Oui, que fait Dieu, où est-il ? Telle peut être la question, terriblement angoissée, voire désespérée, de celles et ceux pour lesquels le Ciel est vide et Dieu est un Dieu absent. Qu'il s'agisse des victimes de la guerre, de l'injustice, de la faim dans le monde, de cataclysmes naturels épouvantables, d'un deuil ressenti comme injuste et cruel. .. « Où est Dieu, que fait-il ? » Ce sont aussi là les mots, le soupir, de tant de malades souffrant dans la solitude et le silence d'un hôpital. Et cette question n'a-t-elle pas été la nôtre un jour, dans un moment très douloureux de notre vie ? Nous l'avons posée en allant jusqu'à nous demander « Dieu existe-t-i1 vraiment ? ». Nous avons peut-être même repris à notre compte le cri de Jésus sur la croix : « Mon Dieu, mon Dieu pourquoi m'as-tu abandonné ? » (Mc 15.34). Ce cri n'est pas véritablement celui du désespoir, puisqu'il s'adresse encore à Dieu, mais il est pour Jésus, comme pour nous, celui d'une authentique détresse humaine. Dans les camps de la mort, que de fois cette plainte n'est-elle pas montée sur les lèvres des victimes de l'horreur : « Où est Dieu ? » ! C'est un alexandrin d'Alfred de Vigny qui évoque alors, à Gethsémané, ce silence absolu répondant seul à l'appel de Jésus adressé à son Père : « Mais le ciel reste noir, et Dieu ne répond pas. » (« Le Mont des Oliviers », Les destinées) Qui peut encore dire « Dieu », tout simplement comme si de rien n'était après Auschwitz et Buchenwald ? La romancière anglaise Virginia Woolf (1882-1941) écrit ces mots ironiques : « Il y a quelque chose d'indécent chez celui qui, assis près du feu, croit en Dieu ».

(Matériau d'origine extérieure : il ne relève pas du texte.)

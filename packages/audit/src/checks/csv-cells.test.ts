import * as fc from "fast-check";
import { expect, it } from "vitest";
import { writeCsv } from "@weighhouse/tables/write-csv";
import { readCells } from "./csv-cells";

it("reads RFC 4180's own examples", () => {
  // RFC 4180 section 2, rules 1, 5, 6 and 7.
  expect(readCells("aaa,bbb,ccc\r\nzzz,yyy,xxx\r\n")).toEqual([
    { line: 1, cells: ["aaa", "bbb", "ccc"] },
    { line: 2, cells: ["zzz", "yyy", "xxx"] },
  ]);
  expect(readCells('"aaa","b\r\nbb","ccc"\r\nzzz,yyy,xxx\r\n')).toEqual([
    { line: 1, cells: ["aaa", "b\r\nbb", "ccc"] },
    { line: 3, cells: ["zzz", "yyy", "xxx"] },
  ]);
  expect(readCells('"aaa","b""bb","ccc"\r\n')).toEqual([
    { line: 1, cells: ["aaa", 'b"bb', "ccc"] },
  ]);
});

it("reads what the export writes, whatever the texts", () => {
  const rows = fc.array(fc.tuple(fc.string({ unit: "binary" }), fc.string(), fc.string()));
  fc.assert(
    fc.property(rows, (texts) => {
      const read = readCells(writeCsv(["a", "b", "c"], texts));
      expect(Array.isArray(read) && read.map(({ cells }) => cells)).toEqual([
        ["a", "b", "c"],
        ...texts,
      ]);
    }),
  );
});

it.each([
  ["a quote that isn't closed", 'a,"b\r\n', "line 1: found a field"],
  ["text after a quote", 'a\r\n"b"c\r\n', "line 2: found a field"],
  ["a quote inside a bare field", 'a"b\r\n', "line 1: found a field"],
  ["a line end of another kind", "a\nb\n", "line 1: found a field"],
  ["a last line without an end", "a\r\nb", "line 2: found a field"],
  ["a last field without an end", "a\r\nb,", "line 2: found no line end"],
])("%s is named by its line", (_, text, words) => {
  expect(readCells(text)).toMatch(new RegExp(`^${words}`));
});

Où est Dieu ? Il est dans nos appels, notre quête et notre recherche, dans nos cris de révolte, nos anathèmes, nos doutes, nos blasphèmes, notre athéisme même. Je pense au titre d'un admirable petit livre d'une cinquantaine de pages du pasteur Roland de Pury, qui fut résistant et emprisonné, Job ou l'homme révolté (Labor et Fides, 1955). Après avoir affirmé que Dieu atteste la vérité des protestations, des plaintes et de la révolte de Job, Roland de Pury écrit: « Quand on se rappelle l'extraordinaire violence des cris de Job et son réquisitoire brandissant impitoyablement tous les arguments de l'athéisme, face aux paroles si souvent édifiantes, si profondément religieuses, si propres à justifier Dieu, de ses amis, on ne peut s'empêcher alors de penser que Dieu est plus souvent du côté de ceux qui l'attaquent que du côté de ceux qui le défendent, et qu'il est certainement des athées plus proches de la vérité chrétienne que bon nombre d'apologètes chrétiens. Qu'il est des révoltés que Dieu préfère aux gens soumis de ses Églises, et des malheureux criant dans leur angoisse et dans leur nudité qui témoignent de lui plus valablement que les avocats trop sûrs de leur affaire. »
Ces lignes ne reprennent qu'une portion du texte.